Outlier tests

A single column of numbers is required. These tests provide objective procedures for detecting outliers in normally distributed data. The “single outlier” tests (Grubbs and Dixon) are designed to detect one outlier only, and should not be repeated for several outliers. The “multiple outlier” test (generalized ESD) attempts to detect multiple outliers, if present.

Grubbs test

The Grubbs test (also known as the Pearson-Hartley or the Extreme Studentized Deviate) tests for a single outlier. The basic reference is Grubbs (1950) but the actual reference for the G statistic as defined by e.g. Wikipedia and NIST is difficult to trace down. In any case, we define G as G=max|x_i - u|/s where u is the sample mean and s is the sample standard deviation. See the Past manual for further details on the significance computations. Note that this is a two-sided test, testing for presence of an outlier at either end of the range (smallest or largest value).

The Grubb’s test is recommended for relatively large sample sizes (N>30). For smaller sample sizes, the Dixon test is preferable, although the two tests usually give similar results.

Dixon’s test

The Dixon test (Dixon 1950) tests for a single outlier. It can only be used for small sample sizes (N<=30) but is then considered superior to the Grubbs test. The idea is to compare the gap between the smallest (or largest) value and its adjacent value, to the total range, giving a test statistic Q. The calculation of Q depends on the sample size, as detailed in the Past manual.
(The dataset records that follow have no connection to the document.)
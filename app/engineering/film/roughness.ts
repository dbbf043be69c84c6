import { requireWithin } from "../cycle/sound-input";

/** Finish of the two surfaces, arithmetic mean roughness Ra, m. */
export interface Roughness {
  bore: number;
  journal: number;
}

/** What carries the load: the surfaces, both, or the oil alone. */
export type Regime = "boundary" | "mixed" | "full";

/** Root mean square over arithmetic mean roughness, of heights spread like a bell: √(π/2), exact for such a surface. */
export const rootMeanSquareOverMean = Math.sqrt(Math.PI / 2);

/**
 * Root mean square roughness of both surfaces together, m: √(Rq₁² + Rq₂²), Rq = 1.2533 Ra.
 * Range: Ra 0.1 nm–0.1 mm each.
 * @throws EngineeringError `not-a-number`, `not-positive`, `outside-range`
 */
export function combinedRoughness({ bore, journal }: Roughness): number {
  const range = { from: 1e-10, to: 1e-4, unit: "m" };
  requireWithin(bore, "roughness.bore", range);
  requireWithin(journal, "roughness.journal", range);
  return rootMeanSquareOverMean * Math.hypot(bore, journal);
}

/** Film parameter λ: least film over the roughness of both surfaces, m over m (from memory; usual in handbooks). */
export const filmParameter = (leastFilm: number, roughness: Roughness): number =>
  leastFilm / combinedRoughness(roughness);

/** The regime of a film parameter: boundary below 1, mixed to 3, full above. Authors differ on the limits (from memory). */
export function regimeOf(lambda: number): Regime {
  if (lambda < 1) return "boundary";
  return lambda <= 3 ? "mixed" : "full";
}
The p value (two-tailed) is estimated by Monte Carlo simulation with 200,000 random, normally distributed samples of size N (it will vary slightly between runs).

Generalized ESD (Extreme Studentized Deviate) test

This procedure can detect more than one outlier. Moreover, it can detect outliers even when the one-outlier tests above do not report significance, because of so-called “masking”.

The procedure starts by testing the most extreme value in the complete sample, giving a test statistic R₁ (= Grubbs G). This most extreme value is then removed from the sample and the procedure is repeated until 20% of the sample has been tested. The critical value R_crit (for significance at p<0.05) is adjusted for each iteration (Rosner 1983). Past marks the values for which R>R_crit in pink. A p value is not calculated explicitly in Past.

Important: All of the most extreme values, up to the last value for which R>R_crit, are to be considered outliers, and are marked as such in Past. Quite often, the initial, most extreme values do not give R>R_crit but they can still be outliers because of a significant value further down in the list. This is due to the masking effect. It looks odd, but is not a bug!

References

Dixon, W.J. 1950. Analysis of extreme values. Annals of Mathematical Statistics 21:488-506.

Grubbs, F. 1950. Sample criteria for testing outlying observations. Annals of Mathematical Statistics 21:27-58.

Rosner, B. 1983. Percentage points for a generalized ESD many-outlier procedure. Technometrics 25:165-172.